Declare state of emergency on roads, Reps tell FG
The House of Representatives has asked the Federal Government to declare state of emergency on Nigerian roads, particularly the federal highways.
In a resolution lawmakers passed in Abuja on Thursday, they listed the Lagos-Ibadan Expressway as one of the roads the government must not treat with levity because of its “strategic economic importance.”
Other roads that need major repairs, according to the lawmakers, are Abuja-Lokoja-Okene road; Makurdi-Otukpo-9th Mile-Enugu road; Owo-Kare-Kabba road; Ikare-Omuo-Kabba road; Enugu-Awka-Onitsha road; Okene-Obajana road; Ikpele-Kabba road; and Okigwe-Umuahia road.
They called for immediate “measures” to rehabilitate or reconstruct the roads to reduce the suffering and risks faced by road users.
The House said the risks included fatal accidents and insecurity associated with robberies and kidnapping.
A member of the House, Mr. Segun Adekola, who moved a motion on the dilapidated state of the roads, said roads were the most used means of transportation in the country.
He also blamed the poor state of most roads on inadequate budgetary allocations by the government.
The motion, which was generally supported, read in part, “The House is aware that the absence of a railway system covering the length of the country makes road transportation the most widely available means of movement from one part of the country to another, putting immense pressure on the road network.
“The House observes that the zero budgeting system being implemented by the Federal Government is hampering effective rehabilitation and construction of roads in the country, given that there is no alternative means of funding this critical sector.”
The plenary session, which was presided over by the Speaker, Mr. Yakubu Dogara, directed its committee on works to ascertain the level of implementation of the contracts awarded for roads since 2007.
A second motion, which sought to ask the government to concession the Gele-Gele Seaport to the Edo State Government, failed.
A lawmaker from Edo State, Mr. Johnson Agbonayinma, who moved the motion, also sought to declare the port an “export and import free trade zone.”

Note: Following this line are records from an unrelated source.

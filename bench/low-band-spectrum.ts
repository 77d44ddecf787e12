// npm run bench:low-bands: the low octave bands' spectrum, decimated (every 16th sample of the low-passed channel, 4096-point
// Welch at fs/16), beside a 65,536-point Welch at fs, which resolves as finely, and the shared 4096-point one. 20 s of 48 kHz
// noise, one channel, pushed in chunks of 65,536 as the reduction reads them; CPU time per input sample, best of seven runs
// (so other processes on the shared machine count less).
import { Decimator } from '../stages/dsp/decimate.js';
import { Welch, type WelchOptions } from '../stages/dsp/welch.js';

const FS = 48000, SECONDS = 20, CHUNK = 65536, RUNS = 7;

/** Nanoseconds of CPU time per sample: the best of RUNS runs of `run` over n samples. */
function nsPerSample(n: number, run: () => void): number {
  let best = Infinity;
  for (let r = 0; r < RUNS; r++) {
    const t = process.cpuUsage();
    run();
    const u = process.cpuUsage(t);
    best = Math.min(best, ((u.user + u.system) * 1000) / n);
  }
  return best;
}

// Uniform noise from a linear congruential generator (Numerical Recipes' constants), so every run sees the same samples.
function noise(n: number): Float64Array {
  const x = new Float64Array(n);
  let s = 12345;
  for (let i = 0; i < n; i++) { s = (Math.imul(s, 1664525) + 1013904223) >>> 0; x[i] = s / 4294967296 - 0.5; }
  return x;
}

const x = noise(FS * SECONDS);
const chunks = Array.from({ length: Math.ceil(x.length / CHUNK) }, (_, i) => x.subarray(i * CHUNK, (i + 1) * CHUNK));
const hann = (segment: number): WelchOptions => ({ segment, overlap: 0.5, window: 'hann' });

const welchOf = (segment: number) => () => {
  const w = new Welch(FS, hann(segment));
  for (const c of chunks) w.push(c);
  w.result();
};

const decimatedOf = (factor: number, segment: number) => () => {
  const d = new Decimator(FS, factor), w = new Welch(FS / factor, hann(segment)), out = new Float64Array(d.outputsAtMost(CHUNK));
  for (const c of chunks) { const { length } = d.push(c, out); w.push(out.subarray(0, length)); }
  w.result();
};

const decimatorOnly = (factor: number) => () => {
  const d = new Decimator(FS, factor), out = new Float64Array(d.outputsAtMost(CHUNK));
  for (const c of chunks) d.push(c, out);
};

const cases: [string, () => void][] = [
  ['Welch 4096 at 48 kHz (the shared spectrum)', welchOf(4096)],
  ['Welch 65536 at 48 kHz', welchOf(65536)],
  ['decimated by 16, Welch 4096 at 3 kHz', decimatedOf(16, 4096)],
  ['  of which the decimator', decimatorOnly(16)],
];
console.log(`${SECONDS} s of ${FS / 1000} kHz noise, one channel, chunks of ${CHUNK}; ns a sample, best of ${RUNS}`);
for (const [name, run] of cases) console.log(`${name.padEnd(48)} ${nsPerSample(x.length, run).toFixed(2)}`);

But, after Agbonayinma laboured to argue the motion, his colleagues rejected it.
Some members observed that waterways were matters under the Exclusive List, which made the port the sole property of the Federal Government.
Although, Dogara advised Agbonayinma to consider withdrawing the motion for more consultations, the lawmaker declined, insisting that it should be put to vote.
When the Speaker called for the votes, the motion failed in a majority voice vote.